Na drogi powiat zamierza przeznaczyć ok. 22,19 mln zł (z czego ok. 14,94 mln na inwestycje i zakupy inwestycyjne), oświata pochłonie ok. 58,22 mln zł, pomoc społeczna ok. 18,64 mln zł, a ochrona zdrowia - ok. 9,5 mln zł (z czego na szpitale 6,5 mln zł, a ok. 2,99 mln to składki na ubezpieczenia zdrowotne oraz świadczenia dla osób nieobjętych obowiązkiem ubezpieczenia zdrowotnego).
Starosta Ireneusz Serwotka dziękował wszystkim zaangażowanym w tworzenie budżetu i podkreślał, że dokument "odpowiada przede wszystkim zasadzie dużej ostrożności, jeśli chodzi o relację przychodów i wydatków".
Z kolei były starosta, Tadeusz Skatuła, krytycznie ocenił tegoroczny budżet.
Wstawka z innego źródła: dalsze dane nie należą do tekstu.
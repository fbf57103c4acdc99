import { useParams } from 'react-router-dom';
import { Wordmark } from '@/components/ui/wordmark';
import { PublicVerify } from '@/features/records/components/public-verify';
import { CAUTION } from '../app-shell';

/** /verify/:sheetId — the address printed (and in the QR code) on every issued sheet; no sign-in. */
export function PublicVerifyRoute() {
  const sheetId = Number(useParams().sheetId);
  return (
    <div className="flex min-h-screen flex-col">
      <main className="mx-auto flex w-full max-w-2xl flex-1 flex-col gap-6 px-6 pt-10 pb-12">
        <Wordmark size="lg" />
        <div>
          <h1 className="text-lg font-semibold text-ink">Verify an issued calc sheet</h1>
          <p className="mt-1 text-sm text-ink-soft">
            What the firm’s archive says about issued sheet {Number.isSafeInteger(sheetId) ? sheetId : '—'}: only what the sheet itself prints.
          </p>
        </div>
        <PublicVerify sheetId={sheetId} />
      </main>
      <footer className="border-t border-paper-line">
        <p className="mx-auto max-w-6xl px-6 py-3 text-center text-xs text-ink-faint">{CAUTION}</p>
      </footer>
    </div>
  );
}
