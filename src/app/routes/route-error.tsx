import { isRouteErrorResponse, Link, useRouteError } from 'react-router-dom';
import { EmptyState, LoadingState } from '@/components/ui/states';
import { Wordmark } from '@/components/ui/wordmark';

/** What a page that broke shows instead of a stack trace. */
export function RouteError() {
  const error = useRouteError();
  const notFound = isRouteErrorResponse(error) && error.status === 404;
  if (!notFound) console.error(error);
  return (
    <div className="mx-auto max-w-lg px-6 py-16">
      <Wordmark />
      <h1 className="mt-8 text-xl font-semibold text-ink">{notFound ? 'There is no such page' : 'This page ran into a problem'}</h1>
      <p className="mt-2 text-sm text-ink-soft">
        {notFound
          ? 'The address may be mistyped, or the page was moved.'
          : 'Reload the page and try again. If it keeps happening, tell your admin what you were doing.'}
      </p>
      <Link to="/projects" className="mt-6 inline-block text-sm font-medium text-accent hover:underline">
        Go to the projects
      </Link>
    </div>
  );
}

export function NotFoundRoute() {
  return (
    <EmptyState>
      There is no such page.{' '}
      <Link to="/projects" className="font-medium text-accent hover:underline">
        Go to the projects
      </Link>
    </EmptyState>
  );
}

export function PageLoading() {
  return (
    <div className="mx-auto max-w-lg px-6 py-16">
      <LoadingState label="Opening Panelpoint…" />
    </div>
  );
}
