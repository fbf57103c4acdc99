import { Link, useNavigate, useParams } from 'react-router-dom';
import { ErrorState, LoadingState } from '@/components/ui/states';
import { useInvitation } from '@/features/auth/api/get-invitation';
import { AcceptInvitationForm } from '@/features/auth/components/accept-invitation-form';
import { ApiError } from '@/lib/api-client';
import { AuthLayout } from './auth-layout';

const DEAD_INVITATION_TITLES: Record<string, string> = {
  'invitation-not-found': 'This invitation link is not known',
  'invitation-used': 'This invitation has been used',
  'invitation-expired': 'This invitation has expired',
};

export function AcceptInvitationRoute() {
  const { token = '' } = useParams();
  const invitation = useInvitation(token);
  const navigate = useNavigate();

  if (invitation.isPending) {
    return (
      <AuthLayout title="Join your firm on Panelpoint">
        <LoadingState label="Reading the invitation…" />
      </AuthLayout>
    );
  }
  if (invitation.isError) {
    const code = invitation.error instanceof ApiError ? invitation.error.code : '';
    return (
      <AuthLayout title="Join your firm on Panelpoint">
        <ErrorState title={DEAD_INVITATION_TITLES[code] ?? 'The invitation could not be read'} error={invitation.error} />
        <p className="text-sm text-ink-soft">
          Ask your firm’s admin for a new invitation, or{' '}
          <Link to="/sign-in" className="font-medium text-accent hover:underline">
            sign in
          </Link>{' '}
          if you already have an account.
        </p>
      </AuthLayout>
    );
  }
  return (
    <AuthLayout title="Join your firm on Panelpoint" lead="Choose the name shown on your sheets and a password.">
      <AcceptInvitationForm token={token} invitation={invitation.data} onAccepted={() => navigate('/projects', { replace: true })} />
    </AuthLayout>
  );
}
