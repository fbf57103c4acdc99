import { Link, useParams } from 'react-router-dom';
import { EmptyState, ErrorState, LoadingState } from '@/components/ui/states';
import { DrawingSection } from '@/features/drawings/components/drawing-section';
import { useProject } from '@/features/projects/api/get-project';
import { TrussSheets } from '@/features/sheet-revisions/components/truss-sheets';
import { useTruss } from '@/features/trusses/api/get-truss';
import { TrussPage } from '@/features/trusses/components/truss-page';
import { TrussTabs, type TrussTab } from '@/features/trusses/components/truss-tabs';
import { DesignWorkspace } from '@/features/workspace/components/design-editor';
import { ModelWorkspace } from '@/features/workspace/components/model-editor';
import { RunsWorkspace } from '@/features/workspace/components/runs-section';
import { canUploadDrawings } from '@/lib/permissions';
import { useCurrentUser } from '../current-user';

export function TrussRoute() {
  const trussId = Number(useParams().trussId);
  if (!Number.isInteger(trussId) || trussId <= 0) {
    return <EmptyState>This is not a truss address. Open the truss from its project.</EmptyState>;
  }
  return <TrussRouteLoaded trussId={trussId} />;
}

function TrussRouteLoaded({ trussId }: { trussId: number }) {
  const user = useCurrentUser();
  const truss = useTruss(trussId);
  const project = useProject(truss.data?.projectId ?? 0, { enabled: truss.isSuccess });

  if (truss.isPending) return <LoadingState label="Loading the truss…" />;
  if (truss.isError) {
    return (
      <div>
        <ErrorState title="The truss could not be loaded" error={truss.error} onRetry={() => void truss.refetch()} />
        <Link to="/projects" className="text-sm font-medium text-accent hover:underline">
          Back to the projects
        </Link>
      </div>
    );
  }

  const projectLabel = project.data ? `${project.data.jobNumber} ${project.data.name}` : undefined;
  // Each feature of the truss page is one tab; later ones (loads, analysis) go beside the drawing.
  const tabs: TrussTab[] = [
    {
      id: 'drawing',
      label: 'Drawing',
      content: <DrawingSection trussId={trussId} mayUpload={canUploadDrawings(user.role)} unitSystem={project.data?.unitSystem} />,
    },
    // Engineers edit the model and run it; everyone else reads (the server enforces both).
    { id: 'model', label: 'Model & loads', content: <ModelWorkspace trussId={trussId} mayEdit={user.role === 'engineer'} /> },
    { id: 'design', label: 'Member design', content: <DesignWorkspace trussId={trussId} mayEdit={user.role === 'engineer'} unitSystem={project.data?.unitSystem === 'US' ? 'us' : 'si'} /> },
    {
      id: 'runs',
      label: 'Runs & results',
      content: <RunsWorkspace trussId={trussId} mayRun={user.role === 'engineer'} unitSystem={project.data?.unitSystem === 'US' ? 'us' : 'si'} />,
    },
    { id: 'sheets', label: 'Calc sheets', content: <TrussSheets trussId={trussId} user={user} /> },
  ];
  return (
    <TrussPage truss={truss.data} projectLabel={projectLabel}>
      <TrussTabs tabs={tabs} />
    </TrussPage>
  );
}
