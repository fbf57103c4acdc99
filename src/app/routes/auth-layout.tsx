import type { ReactNode } from 'react';
import { Wordmark } from '@/components/ui/wordmark';
import { PageNotices } from '@/lib/notices';
import { CAUTION } from '../app-shell';

/** A quiet page for signing in and joining: the mark, one sheet, the caution line. */
export function AuthLayout({ title, lead, children }: { title: string; lead?: ReactNode; children: ReactNode }) {
  return (
    <div className="flex min-h-screen flex-col">
      <main className="flex flex-1 flex-col items-center px-6 pt-[12vh] pb-12">
        <Wordmark size="lg" />
        {/* A single sheet on the drafting table: ruled edge, square corners, the title ruled off. */}
        <section className="mt-8 w-full max-w-sm rounded-xs border border-paper-rule bg-paper-raised px-7 pt-5 pb-7">
          <h1 className="border-b border-ink-soft pb-2 text-lg font-semibold text-ink">{title}</h1>
          <PageNotices className="mt-2" />
          {lead && <p className="mt-1 text-sm text-ink-soft">{lead}</p>}
          <div className="mt-5">{children}</div>
        </section>
        <TrussSketch />
      </main>
      <footer className="border-t border-paper-rule">
        <p className="mx-auto max-w-6xl px-6 py-3 text-center text-xs text-ink-faint">{CAUTION}</p>
      </footer>
    </div>
  );
}

/** A faint line drawing of a pitched truss under the card. */
function TrussSketch() {
  const span = 320;
  const rise = 60;
  const panels = 6;
  const xs = Array.from({ length: panels + 1 }, (_, i) => (i * span) / panels);
  const top = (x: number) => rise - (rise * Math.abs(x - span / 2)) / (span / 2);
  return (
    <svg viewBox={`-8 -8 ${span + 16} ${rise + 16}`} className="mt-12 w-80 max-w-full text-ink-faint/60" aria-hidden>
      <g fill="none" stroke="currentColor" strokeWidth="1.2" strokeLinejoin="round">
        <path d={`M0 ${rise} L${span / 2} 0 L${span} ${rise} Z`} />
        {xs.slice(1, -1).map((x) => (
          <line key={`v${x}`} x1={x} y1={rise} x2={x} y2={rise - top(x)} />
        ))}
        {xs.slice(1, -1).map((x, i) => {
          const next = x < span / 2 ? xs[i + 2] : xs[i];
          return x === span / 2 ? null : <line key={`d${x}`} x1={x} y1={rise} x2={next} y2={rise - top(next)} />;
        })}
      </g>
      <g className="fill-paper" stroke="currentColor" strokeWidth="1.2">
        {xs.map((x) => (
          <circle key={`b${x}`} cx={x} cy={rise} r="2.6" />
        ))}
        {xs.slice(1, -1).map((x) => (
          <circle key={`t${x}`} cx={x} cy={rise - top(x)} r="2.6" />
        ))}
      </g>
    </svg>
  );
}
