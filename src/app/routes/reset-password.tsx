import { Link, useNavigate, useParams } from 'react-router-dom';
import { ErrorState, LoadingState } from '@/components/ui/states';
import { usePasswordReset } from '@/features/auth/api/get-password-reset';
import { ResetPasswordForm } from '@/features/auth/components/reset-password-form';
import { ApiError } from '@/lib/api-client';
import { AuthLayout } from './auth-layout';

const DEAD_LINK_TITLES: Record<string, string> = {
  'reset-not-found': 'This reset link is not known',
  'reset-used': 'This reset link has been used',
  'reset-expired': 'This reset link has expired',
};

export function ResetPasswordRoute() {
  const { token = '' } = useParams();
  const reset = usePasswordReset(token);
  const navigate = useNavigate();

  if (reset.isPending) {
    return (
      <AuthLayout title="Choose a new password">
        <LoadingState label="Reading the link…" />
      </AuthLayout>
    );
  }
  if (reset.isError) {
    const code = reset.error instanceof ApiError ? reset.error.code : '';
    return (
      <AuthLayout title="Choose a new password">
        <ErrorState title={DEAD_LINK_TITLES[code] ?? 'The reset link could not be read'} error={reset.error} />
        <p className="text-sm text-ink-soft">
          <Link to="/forgot-password" className="font-medium text-accent hover:underline">
            Ask for a new link
          </Link>{' '}
          or{' '}
          <Link to="/sign-in" className="font-medium text-accent hover:underline">
            sign in
          </Link>
          .
        </p>
      </AuthLayout>
    );
  }
  return (
    <AuthLayout title="Choose a new password" lead="This signs you out everywhere else and signs you in here.">
      <ResetPasswordForm token={token} reset={reset.data} onDone={() => navigate('/projects', { replace: true })} />
    </AuthLayout>
  );
}
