import { PageHeader } from '@/components/ui/page-header';
import { ErrorState, LoadingState } from '@/components/ui/states';
import { useMyWork } from '@/features/my-work/api/get-my-work';
import { MyWorkLists } from '@/features/my-work/components/my-work-lists';
import { useCurrentUser } from '../current-user';

export function MyWorkRoute() {
  const user = useCurrentUser();
  const work = useMyWork();
  return (
    <div>
      <PageHeader title="My work" description="What waits for you: sheets to check, revisions returned to you, checked revisions to issue and drawings to fix." />
      {work.isPending ? (
        <LoadingState label="Loading your work…" />
      ) : work.isError ? (
        <ErrorState title="Your work could not be loaded" error={work.error} onRetry={() => void work.refetch()} />
      ) : (
        <MyWorkLists work={work.data} role={user.role} />
      )}
    </div>
  );
}
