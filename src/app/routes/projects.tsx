import { useState } from 'react';
import { useNavigate } from 'react-router-dom';
import { Button } from '@/components/ui/button';
import { CONTROL_CLASS } from '@/components/ui/field';
import { PageHeader, Panel } from '@/components/ui/page-header';
import { ErrorState, LoadingState } from '@/components/ui/states';
import { useProjects } from '@/features/projects/api/get-projects';
import { CreateProjectForm } from '@/features/projects/components/project-form';
import { ProjectsTable } from '@/features/projects/components/projects-table';
import { notify } from '@/lib/notices';
import { canManageProjects } from '@/lib/permissions';
import { useCurrentUser } from '../current-user';

export function ProjectsRoute() {
  const user = useCurrentUser();
  const navigate = useNavigate();
  const [filter, setFilter] = useState('');
  const [includeArchived, setIncludeArchived] = useState(false);
  const [creating, setCreating] = useState(false);
  const projects = useProjects({ includeArchived });
  const mayCreate = canManageProjects(user.role);

  return (
    <div>
      <PageHeader
        title="Projects"
        description="Every project of the firm. Open one to see its trusses."
        actions={
          mayCreate &&
          !creating && (
            <Button variant="primary" onClick={() => setCreating(true)}>
              New project
            </Button>
          )
        }
      />

      {creating && (
        <Panel title="New project" className="mb-6">
          <CreateProjectForm
            onCancel={() => setCreating(false)}
            onCreated={(project) => {
              notify('success', `Project ${project.jobNumber} created.`);
              navigate(`/projects/${project.id}`);
            }}
          />
        </Panel>
      )}

      <div className="mb-3 flex flex-wrap items-center gap-4">
        <input
          type="search"
          value={filter}
          onChange={(e) => setFilter(e.target.value)}
          placeholder="Filter by job number, name, client or site"
          aria-label="Filter projects"
          className={`${CONTROL_CLASS} w-full max-w-sm`}
        />
        <label className="flex items-center gap-2 text-sm text-ink-soft">
          <input type="checkbox" checked={includeArchived} onChange={(e) => setIncludeArchived(e.target.checked)} className="accent-accent" />
          Show archived
        </label>
        {projects.data && (
          <span className="figures ml-auto text-xs text-ink-faint">
            {projects.data.length} {projects.data.length === 1 ? 'project' : 'projects'}
            {projects.isFetching && ' · refreshing…'}
          </span>
        )}
      </div>

      {projects.isPending ? (
        <LoadingState label="Loading projects…" />
      ) : projects.isError ? (
        <ErrorState title="The projects could not be loaded" error={projects.error} onRetry={() => void projects.refetch()} />
      ) : (
        <ProjectsTable projects={projects.data} filter={filter} />
      )}
    </div>
  );
}
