import { useState } from 'react';
import { Link, useNavigate, useParams } from 'react-router-dom';
import type { ProjectView } from '@shared/schemas/project.schema';
import { Button } from '@/components/ui/button';
import { Badge, PageHeader, Panel } from '@/components/ui/page-header';
import { EmptyState, ErrorState, LoadingState, NoteLine } from '@/components/ui/states';
import { useProject } from '@/features/projects/api/get-project';
import { useUpdateProject } from '@/features/projects/api/update-project';
import { ProjectDetails } from '@/features/projects/components/project-details';
import { EditProjectForm } from '@/features/projects/components/project-form';
import { useTrusses } from '@/features/trusses/api/get-trusses';
import { AddTrussForm } from '@/features/trusses/components/add-truss-form';
import { TrussesTable } from '@/features/trusses/components/trusses-table';
import { notify } from '@/lib/notices';
import { canAddTrusses, canManageProjects } from '@/lib/permissions';
import { useCurrentUser } from '../current-user';

export function ProjectRoute() {
  const projectId = Number(useParams().projectId);
  if (!Number.isInteger(projectId) || projectId <= 0) {
    return <EmptyState>This is not a project address. Pick the project from the list.</EmptyState>;
  }
  return <ProjectPage projectId={projectId} />;
}

function ProjectPage({ projectId }: { projectId: number }) {
  const project = useProject(projectId);
  if (project.isPending) return <LoadingState label="Loading the project…" />;
  if (project.isError) {
    return (
      <div>
        <ErrorState title="The project could not be loaded" error={project.error} onRetry={() => void project.refetch()} />
        <Link to="/projects" className="text-sm font-medium text-accent hover:underline">
          Back to the projects
        </Link>
      </div>
    );
  }
  return <ProjectLoaded project={project.data} />;
}

function ProjectLoaded({ project }: { project: ProjectView }) {
  const user = useCurrentUser();
  const navigate = useNavigate();
  const [editing, setEditing] = useState(false);
  const [addingTruss, setAddingTruss] = useState(false);
  const archive = useUpdateProject();
  const trusses = useTrusses(project.id);
  const mayManage = canManageProjects(user.role);
  const mayAddTruss = canAddTrusses(user.role) && !project.archived;

  const toggleArchived = () =>
    archive.mutate(
      { projectId: project.id, changes: { archived: !project.archived } },
      {
        onSuccess: (p) =>
          notify('success', p.archived ? `Project ${p.jobNumber} archived. It stays readable.` : `Project ${p.jobNumber} is active again.`),
      },
    );

  return (
    <div>
      <PageHeader
        eyebrow={
          <Link to="/projects" className="normal-case hover:text-accent">
            ← Projects
          </Link>
        }
        title={
          <span className="flex flex-wrap items-baseline gap-x-3">
            <span className="text-ink-soft">{project.jobNumber}</span>
            <span>{project.name}</span>
            {project.archived && <Badge tone="muted">Archived</Badge>}
          </span>
        }
        actions={
          mayManage &&
          !editing && (
            <>
              <Button onClick={() => setEditing(true)}>Edit details</Button>
              <Button variant={project.archived ? 'secondary' : 'danger'} busy={archive.isPending} onClick={toggleArchived}>
                {project.archived ? 'Unarchive' : 'Archive'}
              </Button>
            </>
          )
        }
      />

      {project.archived && (
        <NoteLine className="mb-6">
          This project is archived: it stays readable, and no trusses can be added until it is unarchived.
        </NoteLine>
      )}

      <div className={`grid grid-cols-1 gap-6 ${editing ? 'lg:grid-cols-[minmax(0,34rem)_1fr]' : 'lg:grid-cols-[minmax(0,22rem)_1fr]'}`}>
        <Panel title="Details">
          {editing ? (
            <EditProjectForm
              project={project}
              onCancel={() => setEditing(false)}
              onSaved={() => {
                setEditing(false);
                notify('success', 'Project details saved.');
              }}
            />
          ) : (
            <ProjectDetails project={project} />
          )}
        </Panel>

        <Panel
          title={
            <span>
              Trusses{' '}
              {trusses.data && <span className="figures font-normal text-ink-faint">({trusses.data.length})</span>}
            </span>
          }
          actions={
            mayAddTruss &&
            !addingTruss && (
              <Button size="sm" variant="primary" onClick={() => setAddingTruss(true)}>
                Add truss
              </Button>
            )
          }
        >
          {addingTruss && (
            <div className="mb-4 border-b border-paper-line pb-4">
              <AddTrussForm
                projectId={project.id}
                onCancel={() => setAddingTruss(false)}
                onAdded={(truss) => {
                  notify('success', `Truss “${truss.name}” added.`);
                  navigate(`/trusses/${truss.id}`);
                }}
              />
            </div>
          )}
          {trusses.isPending ? (
            <LoadingState label="Loading trusses…" />
          ) : trusses.isError ? (
            <ErrorState title="The trusses could not be loaded" error={trusses.error} onRetry={() => void trusses.refetch()} />
          ) : trusses.data.length === 0 && !addingTruss ? (
            <EmptyState>
              No trusses yet.
              {mayAddTruss ? ' Add one, then bring in its drawing.' : ' A drafter or engineer adds them.'}
            </EmptyState>
          ) : (
            <TrussesTable trusses={trusses.data} />
          )}
        </Panel>
      </div>
    </div>
  );
}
Stwierdził, że niepokoi go rosnące zadłużenie powiatu i "brak inwestycji drogowych w wielu gminach". - Za takim budżetem ja nie podniosę ręki. Już dziś z ust niejednego samorządowca słyszałem słowa o zadłużonym powiecie - powiedział Tadeusz Skatuła.
Radni klubu Platformy Obywatelskiej jeszcze przed głosowaniem zapowiedzieli, że wstrzymają się od głosu. - Jesteśmy opozycją racjonalną. Nie możemy poprzeć budżetu na 2017 rok, bo znajdują się tam zapisy, które uniemożliwiają takie głosowanie. Brak jest wskazania, jakie inwestycje drogowe mają być realizowane w 2017 roku. Zarząd nie wskazał też, na jakie cele przeznaczy środki z emisji obligacji, prócz dofinansowania szpitala. W efekcie cała odpowiedzialność spoczywa na Zarządzie, który będzie kształtował politykę finansową według własnego uznania - stwierdził radny Dariusz Prus.
Za przyjęciem budżetu głosowało 19 radnych, 3 było przeciwnych, a 4 rajców wstrzymało się od głosu. Głosowanie odbyło się na sesji rady powiatu, 22 grudnia.
od tego jest opozycja .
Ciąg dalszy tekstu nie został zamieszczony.